• WHAT THIS TASK INVOLVES:
Quote the entries below from the line with "want = math.Copysign(1, tc.a*tc.c) * v" through the line with "representable to those.", both ends included, and only those lines.

• ENTRIES PROVIDED:
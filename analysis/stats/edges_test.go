package stats

// Edge cases across every estimator: tiny samples, tied and constant
// columns, a row that alone sets the slope, non-finite values, a huge
// offset, a tiny scale and a million rows. The expectations are the
// documented NaN-or-error conventions and the facts of the trade (common
// practice) that correlation, the tests and the shape of a fit do not
// depend on the units; the transformed data are exact in float64 (scales
// are powers of 2, offsets land on the data's grid), so any difference is
// the code's rounding.

import (
	"math"
	"slices"
	"strings"
	"testing"
)

// edgeProfile returns every statistic of the package on (x, y) under a key
// whose suffix says how a change of units x → a·x + b, y → c·y + d acts on
// it: "/slope" scales by c/a, "/abs" by |c/a|, "/y" by |c|, "/fit" maps as
// c·v + d, "/c" scales by c, "/sy" changes sign with c, "/sxy" with a·c;
// no suffix: unchanged.
func edgeProfile(t *testing.T, x, y []float64) map[string]float64 {
	t.Helper()
	out := map[string]float64{}
	c := Pearson(x, y, 0.95)
	out["pearson.r/sxy"], out["pearson.p"] = c.R, c.P
	out["pearson.ci-mid/sxy"], out["pearson.ci-width"] = (c.CILow+c.CIHigh)/2, c.CIHigh-c.CILow
	out["spearman.rho/sxy"], out["spearman.p"] = Spearman(x, y)
	out["kendall.tau/sxy"], out["kendall.p"] = KendallTauB(x, y)
	l, err := Line(x, y, 0.95)
	if err != nil {
		t.Fatal(err)
	}
	out["line.b1/slope"], out["line.se1/abs"], out["line.p1"], out["line.r2"] = l.Slope.Estimate, l.Slope.SE, l.Slope.P, l.R2
	out["line.s/y"], out["line.F"] = l.ResidualSE, l.F
	f3, lo, hi, plo, phi := l.Interval(x[3], 0.95)
	out["line.fit3/fit"], out["line.ci3-half/y"], out["line.pi3-half/y"] = f3, (hi-lo)/2, (phi-plo)/2
	q, err := Polynomial(x, y, 2, 0.95)
	if err != nil {
		t.Fatal(err)
	}
	out["quad.p2"], out["quad.r2"], out["quad.F"] = q.Coef[2].P, q.R2, q.F
	fq, _, _, _, _ := q.Predict(PowerRow(x[5], 2), 0.95)
	out["quad.fit5/fit"] = fq
	in := Influence(x, y)
	for _, k := range []int{0, 7, len(x) - 1} {
		s := string(rune('a' + k%26))
		out["infl.h"+s], out["infl.t"+s+"/sy"], out["infl.d"+s] = in.Leverage[k], in.StudentizedExt[k], in.CooksD[k]
		out["infl.loor"+s+"/sxy"], out["infl.loob"+s+"/slope"] = in.LooR[k], in.LooSlope[k]
	}
	f := Lowess(x, y, 2.0/3, 3, 0)
	out["lowess.0/fit"], out["lowess.7/fit"] = f[0], f[7]
	out["theilsen/slope"], _, _ = TheilSen(x, y, 0, nil)
	out["dcor"] = DistanceCorrelation(x, y)
	out["lof.F"], _, _, out["lof.p"], _ = LackOfFit(x, y)
	out["bp"], _, _ = BreuschPagan(l.Residuals, x)
	out["dw"] = DurbinWatson(l.Residuals)
	order := make([]float64, len(x))
	for i := range order {
		order[i] = float64(i)
	}
	out["partial.r/sy"], _, _, out["partial.p"] = PartialCorrelation(x, y, order, 0.95) // order is not transformed
	slope, p, r := OrderTrend(order, l.Residuals)
	out["order.slope/c"], out["order.p"], out["order.r/sy"] = slope, p, r
	return out
}

// edgeGridData is the seeded test set of these checks: extraWavy(20261201,
// 60) (x on a grid of 0.5 with ties, row 7 an outlier) with y rounded to a
// grid of 1/64, so that adding 2³⁰ to either column is exact.
func edgeGridData() (x, y []float64) {
	x, y = extraWavy(20261201, 60)
	for i := range y {
		y[i] = math.Round(y[i]*64) / 64
	}
	return x, y
}

func TestEdgeUnitsOffsetScale(t *testing.T) {
	t.Parallel()
	x, y := edgeGridData()
	base := edgeProfile(t, x, y)
	for _, tc := range []struct {
		name       string
		a, b, c, d float64
		tol        float64
	}{
		{"offset 2^30 in x and y", 1, 1 << 30, 1, 1 << 30, 1e-11},
		{"scale 2^-40 (about 1e-12)", 0x1p-40, 0, 0x1p-40, 0, 1e-13},
		{"scale 2^40, negative y", 0x1p40, 0, -0x1p40, 0, 1e-13},
	} {
		t.Run(tc.name, func(t *testing.T) {
			xs, ys := make([]float64, len(x)), make([]float64, len(y))
			for i := range x {
				xs[i], ys[i] = tc.a*x[i]+tc.b, tc.c*y[i]+tc.d
			}
			got := edgeProfile(t, xs, ys)
			for k, v := range base {
				want, scale := v, math.Abs(v)
				switch {
				case strings.HasSuffix(k, "/slope"):
					want = v * tc.c / tc.a
				case strings.HasSuffix(k, "/abs"):
					want = v * math.Abs(tc.c/tc.a)
				case strings.HasSuffix(k, "/c"):
					want = v * tc.c
				case strings.HasSuffix(k, "/y"):
					want = v * math.Abs(tc.c)
				case strings.HasSuffix(k, "/fit"):
					want = tc.c*v + tc.d
				case strings.HasSuffix(k, "/sy"):
					want = math.Copysign(1, tc.c) * v
				case strings.HasSuffix(k, "/sxy"):
					want = math.Copysign(1, tc.a*tc.c) * v
				}
				scale = math.Abs(want) * scale / math.Max(math.Abs(v), 1e-300)
				if strings.HasSuffix(k, "/fit") || strings.HasSuffix(k, "/y") {
					// In y's own units, plus a few ulps of the offset: a
					// fitted value near d (or a half-width taken as the
					// difference of two) is only representable to those.
					ulp := math.Nextafter(math.Abs(tc.d), math.Inf(1)) - math.Abs(tc.d)
					scale = math.Abs(tc.c*v) + 4*ulp/tc.tol
				}
				if math.IsNaN(want) {
					t.Errorf("%s: NaN on the base data", k)
				}
				if e := math.Abs(got[k] - want); !(e <= tc.tol*scale) {
					t.Errorf("%s: %.17g, want %.17g (rel. diff %.1e)", k, got[k], want, e/scale)
				}
			}
		})
	}
}

// TestEdgeMillionRows runs every estimator on 10⁶ rows (skipped with
// -short). The data are closed-form, so a reference library can rebuild
// them exactly: with i = 0..n−1, x = ((7919·i) mod 1000003)/1000003,
// xt = round(200·x)/200 (ties), y = 3 + 2x + ((104729·i) mod 1000)/1000 −
// 0.5 + 0.3x². Reference: numpy 1.24.2, scipy 1.10.1, statsmodels 0.13.5,
// one-off commands (printed with repr):
//
//	scipy.stats.pearsonr(x, y); scipy.stats.spearmanr(xt, y); scipy.stats.kendalltau(xt, y)
//	m = sm.OLS(y, sm.add_constant(x)).fit(): params, bse, rsquared, sqrt(scale)
//	sm.OLS(y, column_stack([ones, x, x*x])).fit(): params, bse
//	het_breuschpagan(m.resid, sm.add_constant(x), robust=True)[:2]; durbin_watson(m.resid)
//
// (their p-values are 0.0 in double precision; ours are below 1e-300), and
// where those are less accurate than ours, values in exact or extended
// arithmetic, named at the check.
// The rest must run with bounded cost and say how (Theil–Sen samples
// pairs, the permutation test a subsample).
func TestEdgeMillionRows(t *testing.T) {
	if testing.Short() {
		t.Skip("10⁶ rows: skipped with -short")
	}
	t.Parallel()
	const n = 1_000_000
	x, xt, y := make([]float64, n), make([]float64, n), make([]float64, n)
	for i := range x {
		x[i] = float64((7919*i)%1000003) / 1000003
		xt[i] = math.Round(x[i]*200) / 200
		y[i] = 3 + 2*x[i] + float64((104729*i)%1000)/1000 - 0.5 + 0.3*x[i]*x[i]
	}
	check := func(what string, got, want, tol float64) {
		t.Helper()
		if !(math.Abs(got-want) <= tol*math.Abs(want)) {
			t.Errorf("%s = %.17g, reference %.17g (rel. diff %.1e)", what, got, want, math.Abs(got-want)/math.Abs(want))
		}
	}
	c := Pearson(x, y, 0.95)
	check("Pearson r", c.R, 0.916635051065634, 1e-13)
	if !(c.P < 1e-300) {
		t.Errorf("Pearson p = %v, want below 1e-300", c.P)
	}
	rho, _ := Spearman(xt, y)
	// Exact: Python integers on the doubled ranks, 40-digit decimal square
	// root (scipy's 0.921449296746122 is 3e-15 off it).
	check("Spearman ρ (ties in x)", rho, 0.92144929674611896, 2e-15)
	tau, _ := KendallTauB(xt, y)
	check("Kendall τ-b (ties in x)", tau, 0.742946178720718, 1e-13)
	l, err := Line(x, y, 0.95)
	if err != nil {
		t.Fatal(err)
	}
	check("intercept", l.Intercept.Estimate, 2.949481223427741, 1e-12)
	check("slope", l.Slope.Estimate, 2.300037281271742, 1e-12)
	check("SE(intercept)", l.Intercept.SE, 0.0005790793955279633, 1e-11)
	check("SE(slope)", l.Slope.SE, 0.0010029985542734374, 1e-11)
	check("R²", l.R2, 0.8402198168420967, 1e-13)
	check("residual SE", l.ResidualSE, 0.2895399550416396, 1e-12)
	q, err := Polynomial(x, y, 2, 0.95)
	if err != nil {
		t.Fatal(err)
	}
	for j, w := range [][2]float64{{2.99947944902676, 0.0008660242386804774}, {2.0000465624779658, 0.004000008582270123}, {0.2999918094163939, 0.003873005329912613}} {
		check("quadratic b"+string(rune('0'+j)), q.Coef[j].Estimate, w[0], 1e-11)
		check("quadratic SE(b"+string(rune('0'+j))+")", q.Coef[j].SE, w[1], 1e-10)
	}
	bp, _, bpp := BreuschPagan(l.Residuals, x)
	// LM = n·R² with R² = 2e-9: few relative digits survive any double
	// computation. statsmodels' value, 0.002196939630216832, is 1.2e-7 off
	// the one computed in numpy longdouble (64-bit significand: centred
	// least-squares residuals, then n·corr(x, e²)², one-off command),
	// 0.0021969398972425377; p from scipy.stats.chi2.sf of it.
	check("Breusch–Pagan LM", bp, 0.0021969398972425377, 1e-10)
	check("Breusch–Pagan p", bpp, 0.9626156225480181, 1e-13)
	check("Durbin–Watson", DurbinWatson(l.Residuals), 2.3565929702699915, 1e-12)

	in := Influence(x, y)
	var sh float64
	for _, h := range in.Leverage {
		sh += h
	}
	check("Σ leverage", sh, 2, 1e-9)
	if f := Lowess(x, y, 2.0/3, 3, -1); math.IsNaN(f[0]) || math.IsNaN(f[n-1]) {
		t.Error("Lowess at 10⁶ rows: NaN")
	}
	if s, _, m := TheilSen(x, y, 0, nil); !strings.Contains(m, "random pairs") || !(math.Abs(s-2.3) < 0.05) {
		t.Errorf("TheilSen at 10⁶ rows: slope %v, method %q", s, m)
	}
	if d, p, used, m := DistanceCorrTest(x, y, 19, 0, nil); used != DefaultDcorMaxN || !(d > 0.8 && d <= 1) || p != 1.0/20 || !strings.Contains(m, "random sample") {
		t.Errorf("DistanceCorrTest at 10⁶ rows: dCor %v p %v used %d %q", d, p, used, m)
	}
	if f, _, _, _, ok := LackOfFit(xt, y); !ok || !(f > 0) {
		t.Errorf("LackOfFit at 10⁶ rows (201 distinct x): F %v ok %v", f, ok)
	}
	if r, _, _, _ := PartialCorrelation(x, y, xt, 0.95); math.IsNaN(r) {
		t.Error("PartialCorrelation at 10⁶ rows: NaN")
	}
}

// TestEdgeDegenerate pins the documented result of every estimator on the
// smallest and most degenerate inputs: NaN (or an error, for the fits)
// where the quantity does not exist, a number where it does. No case may
// panic.
func TestEdgeDegenerate(t *testing.T) {
	t.Parallel()
	nan, inf := math.NaN(), math.Inf(1)
	isNaN := math.IsNaN
	ok := func(v float64) bool { return !math.IsNaN(v) && !math.IsInf(v, 0) }
	type want struct {
		pearsonR, pearsonP, pearsonCI, spearman, kendall, line, quad bool // true: defined / fits
		extT, lof, partialR, partialP, theilSen, dcor                bool
	}
	order := func(n int) []float64 {
		z := make([]float64, n)
		for i := range z {
			z[i] = float64(i*i%7) + 0.5*float64(i)
		}
		return z
	}
	for _, tc := range []struct {
		name string
		x, y []float64
		w    want
	}{
		{"n = 3", []float64{1, 2, 4}, []float64{2, 1, 5},
			want{pearsonR: true, pearsonP: true, spearman: true, kendall: true, line: true, quad: true, partialR: true, theilSen: true, dcor: true}},
		{"all x tied", []float64{2, 2, 2, 2, 2}, []float64{1, 2, 3, 5, 4}, want{}},
		{"all y tied", []float64{1, 2, 3, 4, 5}, []float64{7, 7, 7, 7, 7}, want{line: true, quad: true, theilSen: true}},
		{"one x apart from the rest", []float64{2, 2, 2, 2, 9}, []float64{1, 3, 2, 4, 8},
			want{pearsonR: true, pearsonP: true, pearsonCI: true, spearman: true, kendall: true, line: true, extT: true, partialR: true, partialP: true, theilSen: true, dcor: true}},
		{"NaN in x", []float64{1, 2, nan, 4, 5}, []float64{1, 3, 2, 4, 8}, want{}},
		{"+Inf in x (ranked like a value)", []float64{1, 2, inf, 4, 5}, []float64{1, 3, 2, 4, 8}, want{spearman: true, kendall: true}},
	} {
		t.Run(tc.name, func(t *testing.T) {
			x, y, w := tc.x, tc.y, tc.w
			n := len(x)
			c := Pearson(x, y, 0.95)
			rho, _ := Spearman(x, y)
			tau, _ := KendallTauB(x, y)
			_, errL := Line(x, y, 0.95)
			_, errQ := Polynomial(x, y, 2, 0.95)
			in := Influence(x, y)
			_, _, _, _, lofOK := LackOfFit(x, y)
			pr, _, _, pp := PartialCorrelation(x, y, order(n), 0.95)
			ts, _, _ := TheilSen(x, y, 0, nil)
			d := DistanceCorrelation(x, y)
			for _, g := range []struct {
				what string
				got  bool
				want bool
			}{
				{"Pearson r", ok(c.R), w.pearsonR}, {"Pearson p", ok(c.P), w.pearsonP}, {"Pearson CI", ok(c.CILow), w.pearsonCI},
				{"Spearman ρ", ok(rho), w.spearman}, {"Kendall τ-b", ok(tau), w.kendall},
				{"Line fits", errL == nil, w.line}, {"quadratic fits", errQ == nil, w.quad},
				{"some external studentized residual", slices.ContainsFunc(in.StudentizedExt, ok), w.extT},
				{"lack-of-fit test exists", lofOK, w.lof},
				{"partial r", ok(pr), w.partialR}, {"partial p", ok(pp), w.partialP},
				{"Theil–Sen slope", ok(ts), w.theilSen}, {"distance correlation", ok(d), w.dcor},
			} {
				if g.got != g.want {
					t.Errorf("%s: defined = %v, documented %v", g.what, g.got, g.want)
				}
			}
			// Lowess: NaN exactly at the rows with a non-finite value.
			for i, f := range Lowess(x, y, 2.0/3, 3, 0) {
				if ok(x[i]) && ok(y[i]) != ok(f) {
					t.Errorf("Lowess[%d] = %v for finite (%v, %v)", i, f, x[i], y[i])
				}
			}
			if errL == nil {
				l, _ := Line(x, y, 0.95)
				bp, _, _ := BreuschPagan(l.Residuals, x)
				if ok(bp) != (n >= 3 && ok(c.R)) {
					t.Errorf("Breusch–Pagan %v (n %d, r %v)", bp, n, c.R)
				}
				if dw := DurbinWatson(l.Residuals); isNaN(dw) != !ok(c.R) {
					t.Errorf("Durbin–Watson %v with r %v", dw, c.R)
				}
			}
		})
	}
	// Constant y: every coefficient is exact, so its SE is 0; a nonzero
	// estimate then has t = ±Inf and p = 0, a zero one t and p NaN (0/0),
	// as documented on LeastSquares.
	l, _ := Line([]float64{1, 2, 3, 4, 5}, []float64{7, 7, 7, 7, 7}, 0.95)
	if l.Intercept.SE != 0 || !math.IsInf(l.Intercept.T, 1) || l.Intercept.P != 0 || !isNaN(l.Slope.T) || !isNaN(l.R2) {
		t.Errorf("constant y: intercept %+v slope %+v R² %v", l.Intercept, l.Slope, l.R2)
	}
}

• ANSWER TO THE PROBLEM:
					want = math.Copysign(1, tc.a*tc.c) * v
				}
				scale = math.Abs(want) * scale / math.Max(math.Abs(v), 1e-300)
				if strings.HasSuffix(k, "/fit") || strings.HasSuffix(k, "/y") {
					// In y's own units, plus a few ulps of the offset: a
					// fitted value near d (or a half-width taken as the
					// difference of two) is only representable to those.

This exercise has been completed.